Writers Defiled: Security Surveillance of Australian Authors and Intellectuals 1920-1960

By Fiona Capp

McPhee Gribble, 1993. 239 pp., $19.95 (pb)

Reviewed by Phil Shannon

http://www.greenleft.org.au/node/5118

Intelligence organisations are in the business of "security", which, as Noam Chomsky has observed, is really about the security of business — the pursuit of profits unhampered by any questioning of the commercial and political values which prop up the status quo.

Since their creation, ASIO and the other "security" outfits in Australia have made writers and intellectuals an important focus of their efforts to "control dissident thought", as Fiona Capp observes in Writers Defiled.

"Security", as she collectively names the spy outfits, has been particularly alarmed by left-wing writers because they have "wide public respect as writers while being politically radical". The "literary witch-hunt" has seen writers' and academics' "freedom to travel affected, career advancement stymied, funding terminated, literature confiscated, or privacy invaded".

Russel Ward, Manning Clark and Stephen Murray-Smith have all felt the impact of the security file on their academic career. Menzies' order in 1952 that all Commonwealth Literary Fund applicants be vetted for political conformity gave ASIO "a real power to penalise left wing writers".

Labelling any progressive or radical nationalist as Communist enabled Security to monitor all who engaged in "free thought and intellectual dissent" which Security regarded as "the thin edge of the Communist wedge".

Whether Communist or liberal, all the talented and politically radical women novelists of the '30s, '40s and '50s — Katherine Susannah Prichard, Jean Devanny, Miles Franklin, Eleanor Dark, Dymphna Cusack, Kylie Tennant and others — were spied on.

The "elastic, sweeping classification of Communist", however, could result in some strange catches from the intellectual sea. Professor of law (and later governor-general) Zelman Cowen briefly earned a dossier but was later thrown back as an undersized radical and thinker.

Nevertheless, the haul was sizeable.
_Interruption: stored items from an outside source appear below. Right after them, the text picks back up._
TEST(InverseGaussian, DensityAndDistributionAreBoosts) {
    for (const double mean : {0.1, 1.0, 20.0}) {
        for (const double shape : {0.2, 1.0, 3.0, 50.0}) {
            const boost::math::inverse_gaussian_distribution<> reference(mean, shape);
            const leat::inverse_gaussian law{mean, shape};
            for (const double x : {0.01, 0.3, 0.9, 1.0, 1.2, 2.0, 7.0}) {
                const std::string where = std::to_string(mean) + ", " + std::to_string(shape) +
                                          " at " + std::to_string(x);
                expect_close(law.density(x * mean), pdf(reference, x * mean), 1e-11, where);
                if (shape / mean < 300) { // beyond, Boost.Math's e^(2 shape / mean) overflows
                    EXPECT_NEAR(law.cumulative(x * mean), cdf(reference, x * mean), 1e-12) << where;
                }
            }
        }
    }
    const leat::inverse_gaussian law{2, 5};
    EXPECT_EQ(law.cumulative(0), 0);
    EXPECT_EQ(law.cumulative(infinity), 1);
    EXPECT_EQ(law.cumulative(1e-300), 0);
    // mean to infinity: P(X <= x) = erfc(sqrt(shape / (2 x))), far into the lower tail
    EXPECT_NEAR((leat::inverse_gaussian{1e30, 5}.cumulative(0.01)) / std::erfc(std::sqrt(250.0)), 1,
                1e-12);
    EXPECT_THROW(static_cast<void>(law.cumulative(nan)), leat::invalid_parameter);
}

TEST(VonMises, DensityIsThatOfTheBesselFunction) {
    for (const double k : {0.0, 1e-12, 0.3, 2.0, 20.0, 49.0, 51.0, 300.0}) {
        const leat::von_mises law{1, k};
        const double bessel = boost::math::cyl_bessel_i(0, k);
        for (const double t : {-3.1, -1.0, -0.01, 0.0, 0.2, 3.1}) {
            expect_close(law.density(1 + t), std::exp(k * std::cos(t)) / (2 * M_PI * bessel), 1e-12,
                         std::to_string(k) + " at " + std::to_string(t));
        }
        EXPECT_EQ(law.density(1 + 3.2), 0);
        EXPECT_EQ(law.density(1 - 3.2), 0);
    }
    EXPECT_NEAR((leat::von_mises{0, 1e20}.density(0)) / std::sqrt(1e20 / (2 * M_PI)), 1, 1e-14);
}

// With std::erfc of the ends' own tails, where that does not cancel.
TEST(TruncatedNormal, DensityAndDistributionAreTheClosedForm) {
    const auto above = [](double x) { return std::erfc(x / std::sqrt(2.0)) / 2; };
    for (const auto& [a, b] : {std::pair{-1.0, 1.5},
                               {-0.1, 3.0},
                               {0.5, 2.5},
                               {3.0, 4.0},
                               {-9.0, 0.5},
                               {-5.0, -3.0},
                               {-infinity, -2.0},
                               {1.0, infinity},
                               {-infinity, infinity},
                               {-0.3, 0.2},
                               {10.0, 11.0}}) {
        const leat::truncated_normal law{10, 2, 10 + 2 * a, 10 + 2 * b};
        const auto between = [&](double x, double y) {
            return x > 0 ? above(x) - above(y) : above(-y) - above(-x);
        };
        for (const double share : {0.01, 0.3, 0.5, 0.8, 0.99}) {
            const double low = std::fmax(a, std::fmin(b, 0) - 5);
            const double z = low + share * (std::fmin(b, low + 8) - low);
            const std::string where =
                std::to_string(a) + ", " + std::to_string(b) + " at " + std::to_string(z);
            const double x = 10 + 2 * z;
            const double chance = between(a, z) / between(a, b);
            EXPECT_NEAR(law.cumulative(x), chance, 1e-12) << where;
            expect_close(law.density(x),
                         std::exp(-z * z / 2) / std::sqrt(2 * M_PI) / between(a, b) / 2, 1e-12,
                         where);
            const double p = law.cumulative(x);
            if (p > 0 && p < 1 - 1e-6) {
                EXPECT_NEAR(law.cumulative(law.quantile(p)), p, 1e-14) << where;
                EXPECT_NEAR(law.quantile(p), x, 1e-8) << where;
            }
        }
        EXPECT_EQ(law.cumulative(10 + 2 * b), 1);
        EXPECT_EQ(law.cumulative(10 + 2 * a), 0);
        EXPECT_EQ(law.density(10 + 2 * b), 0);
    }
    // Far out: 1 - exp(-a v - v^2 / 2) to 1 / a^2; and an even density.
    const leat::truncated_normal far{0, 1, 1e6, infinity};
    EXPECT_NEAR(far.cumulative(1e6 + 1e-6), 1 - std::exp(-1e6 * (1e6 + 1e-6 - 1e6)), 1e-11);
    const leat::truncated_normal even{0, 1e9, 3, 4};
    EXPECT_NEAR(even.quantile(0.25), 3.25, 1e-13);
    EXPECT_NEAR(even.density(3.5), 1, 1e-13);
    const leat::truncated_normal point{3, 0, 1, 4};
    EXPECT_EQ(point.cumulative(2.9), 0);
    EXPECT_EQ(point.cumulative(3), 1);
    EXPECT_EQ(point.quantile(0.5), 3);
    EXPECT_EQ(point.density(3), largest);
    EXPECT_THROW(static_cast<void>(far.quantile(1)), leat::invalid_parameter);
    EXPECT_THROW(static_cast<void>(far.cumulative(nan)), leat::invalid_parameter);
}

// ---- Supports, degenerate laws and extremes ----------------------------------------------------

/// 64-bit words, counted.
struct counted {
    static constexpr std::uint64_t min() { return 0; }
    static constexpr std::uint64_t max() { return ~std::uint64_t{0}; }
    std::uint64_t operator()() {
        ++drawn;
        return g();
    }
    engine g{3};
    double drawn = 0;
};

/// Draws are numbers within min and max, and take at most `bound` words on average (4000 draws:
/// the mean is known to some hundredths).
template <class Law>
void expect_in_support(const Law& law, double bound) {
    constexpr int draws = 4000;
    counted g;
    for (int i = 0; i < draws; ++i) {
        const auto x = law(g);
        ASSERT_TRUE(std::isfinite(x)) << law;
        ASSERT_GE(x, law.min()) << law;
        ASSERT_LE(x, law.max()) << law;
        ASSERT_TRUE(x == 0 || std::isnormal(x)) << law;
    }
    ASSERT_LE(g.drawn / draws, bound + 0.15) << law;
}

// The bounds on words are those that the headers state.
TEST(GammaFamily, ExtremeParametersStayInTheSupport) {
    constexpr std::array shapes{1e-300, 1e-100, 1e-8, 1e-3, 0.1, 0.5,  0.9,   1.0,    1.5,
                                2.0,    3.0,    4.0,  50.0, 1e6, 1e12, 1e300, largest};
    for (const double a : shapes) {
        expect_in_support(leat::chi_squared{a}, a < 2 ? 3.2 : 2.2);
        expect_in_support(leat::student_t{a}, a < 2 ? 4.3 : 3.2);
        if (a < 1e30 && a > 1e-30) {
            const auto f = static_cast<float>(a);
            expect_in_support(leat::chi_squared<float>{f}, a < 2 ? 3.2 : 2.2);
            expect_in_support(leat::student_t<float>{f}, a < 2 ? 4.3 : 3.2);
            expect_in_support(leat::beta<float>{f, 0.3F}, 6.4);
        }
        if (a >= 1 && a < 1e13) {
            for (const double rate : {1e-300, 1.0, 1e300}) {
                expect_in_support(leat::erlang{a == 1.5 ? 1 : a, rate}, 2.2);
            }
        }
        for (const double b : shapes) {
            expect_in_support(leat::fisher_f{a, b}, 6.4);
            expect_in_support(leat::beta{a, b}, a + b <= 1 ? 2.65 : a >= 1 && b >= 1 ? 4.2 : 6.4);
        }
    }
    expect_in_support(leat::chi_squared{5e-324}, 3.2);
    expect_in_support(leat::erlang{std::int64_t{1} << 53, 3}, 2.2);
}

TEST(InverseGaussian, ExtremeParametersStayInTheSupport) {
    constexpr std::array sizes{5e-324, 1e-300, 1e-100, 1e-12, 1e-3, 1.0, 1e4, 1e12, 1e300, largest};
    for (const double mean : sizes) {
        for (const double shape : sizes) {
            expect_in_support(leat::inverse_gaussian{mean, shape}, 2.05);
        }
    }
    expect_in_support(leat::inverse_gaussian<float>{1e30F, 1e-30F}, 2.05);
    expect_in_support(leat::inverse_gaussian<float>{1e-30F, 1e30F}, 2.05);
}

// The published root loses every digit here: mean (1 + w - sqrt(w (w + 2))) for w = 1e15.
TEST(InverseGaussian, TheSmallRootKeepsItsDigits) {
    const leat::inverse_gaussian law{1e15, 0.5};
    engine g{5};
    for (int i = 0; i < 1000; ++i) {
        engine copy = g;
        const double z = leat::detail::standard_normal(copy);
        const double w = 1e15 * z * z;
        const double x = law(g);
        if (w > 1e8 && x < 1e10) { // mean / (1 + w + sqrt(w (w + 2))) is mean / (2 w + 2 - ...)
            ASSERT_NEAR(x * (2 * w + 2) / 1e15, 1, 1e-14);
        }
    }
}

TEST(VonMises, ExtremeParametersStayInTheSupport) {
    for (const double concentration :
         {0.0, 5e-324, 1e-300, 1e-12, 1e-3, 1.0, 10.0, 1e6, 1e12, 1e18, 1e19, 1e300, largest}) {
        for (const double mean : {0.0, M_PI, -3.0, 1e6, 1e300}) {
            expect_in_support(leat::von_mises{mean, concentration}, 3.1);
        }
        expect_in_support(leat::von_mises<float>{0.5, std::fmin(concentration, 1e38)}, 3.1);
    }
}

TEST(TruncatedNormal, ExtremeParametersStayInTheSupport) {
    const auto expect = [](double mean, double sd, double lo, double hi, double bound) {
        expect_in_support(leat::truncated_normal{mean, sd, lo, hi}, bound);
        expect_in_support(leat::truncated_normal{-mean, sd, -hi, -lo}, bound); // the mirror image
    };
    for (const double sd : {1e-300, 1e-12, 1.0, 1e12, 1e300}) {
        for (const double a : {-40.0, -1.0, -1e-9, 0.0, 1e-9, 0.2499, 0.26, 1.0, 8.0, 40.0, 1e6}) {
            for (const double width : {1e-9, 0.5, 0.99, 1.01, 1.99, 2.01, 5.0, 1e6}) {
                if (a + width != a && width * sd > 1e-305 && (a + width) * sd < largest) {
                    expect(0, sd, a * sd, (a + width) * sd, 3.4);
                }
            }
            expect(0, sd, a * sd, infinity, 3.2);
        }
    }
    expect(1e6, 1e-3, 1e6 - 1e-10, 1e6 + 1e-9, 3.4);
    expect(-1e300, 1e-300, 0, 1e300, 3.2); // more sd out than a double counts
    expect(-largest, smallest, largest / 2, largest, 3.2);
    expect(-largest, largest, -largest, largest, 3.2);
    expect(0, largest, -largest, largest, 3.4);
    expect(largest, largest, -largest, infinity, 3.2);
    expect(0, 1, 0, 5e-324 + 2 * smallest, 3.4); // about the subnormal numbers
    for (const float lo : {-3.0F, 0.0F, 5.0F}) { // never an end, though 2^-24 away from it
        expect_in_support(leat::truncated_normal<float>{0, 1, lo, std::nextafter(lo, 9.0F) + 1e-6F},
                          3.4);
    }
}

// Common random numbers stay common as sd goes to 0.
TEST(TruncatedNormal, ADegenerateLawGivesItsMeanAndConsumesWords) {
    const leat::truncated_normal law{2.5, 0, 1, 3};
    engine g{7};
    for (int i = 0; i < 100; ++i) {
        EXPECT_EQ(law(g), 2.5);
    }
    EXPECT_NE(g, engine{7});
}

// Half of Student's draws pass the range of double at k = 0.001: P(|T| > t) is about t^-k.
TEST(StudentT, TinyDegreesSaturate) {
    const leat::student_t law{1e-3};
    engine g{8};
    int saturated = 0;
    for (int i = 0; i < 10000; ++i) {
        saturated += std::fabs(law(g)) == largest ? 1 : 0;
    }
    EXPECT_NEAR(saturated / 1e4, std::exp(-0.001 * std::log(largest)), 6.5 * 0.005);
}

// With k = 1 the tail is P(|T| > t) = 2 / (pi t): a normal in steps of 2^-53 would end it at 2^54.
// These words are a normal of about 1, one of nearly 0, an exponential that enters its tail (7.7)
// six times, and one to accept with.
TEST(StudentT, TheTailOfOneDegreeHasNoEnd) {
    constexpr std::uint64_t plain = 0x4000000000000005u;
    constexpr std::uint64_t least = 0x0000000000000005u;
    constexpr std::uint64_t tail = 0xFFFFFFFFFFFFFF00u;
    leat::scripted words{plain, least, tail, tail, tail, tail, tail, tail, plain, plain};
    const double t = leat::student_t{1}(words);
    EXPECT_GT(t, 256 * std::exp(46.0) * 0.1);
    EXPECT_LT(t, 256 * std::exp(48.0));
}

} // namespace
As well as any writer with an ounce of social compassion, academics were targeted. In the late '40s and early '50s, Sydney Uni had 17 academics on file, the ANU 16 and Melbourne Uni 63. By the time of ASIO's creation in 1949 there were on file some 200,000 individuals of all occupations or none.

There were, however, limits to Security's power — its "actual influence failed to match its ambitions". The number of dossiers gave "an indication of what Security might have done had it had the chance", as during the banning of the CPA in 1940-1942 and 1951, and during the 1954-55 Royal Commission on Espionage (Australia's McCarthy trials), when to appear was to be guilty in a Cold War "climate of fear and suspicion".

But in "normal" times, Security was, says Capp, something of a paradox — "both influential and impotent, awesome and ludicrous". It could intimidate (shining car headlights into Dorothy Hewett's house at night) or perform low farce (the fixation on the historian and "freelance subversive" Brian Fiztpatrick's mysteriously disappearing brown zipper case).

Capp wisely chooses neither "to minimalise nor to exaggerate" the influence of Security. We can laugh with her at "file envy" — the depression of activists at not having a file. We can also avoid what might be termed file fetishism — looking in the wrong place for the major mechanisms of social control and repression. But she doesn't downplay the "real and disturbing effects" the Security file did have on many individuals' lives.

Capp's approach is somewhat oblique, treating surveillance as a "literary genre" and bureaucratic dossiers as "a form of biography", analysing the "short-story form of the Memorandum". This may not be the most relevant way of understanding the political police, but it does confirm their mentality. They suffer from a total inability to understand the material roots of radical protest, looking for a conspiratorial mastermind. They assume that broad coalitions are merely "a cynical and deceptive recruitment exercise". Their snooping subverts the democracy they claim to be defending.

Pitt-Rivers, one of Australia's earliest spies, regarded radicals as "lunatics", since only lunatics would want to "challenge the class structure". Watch out ASIO, because, Mama, we're all crazy now.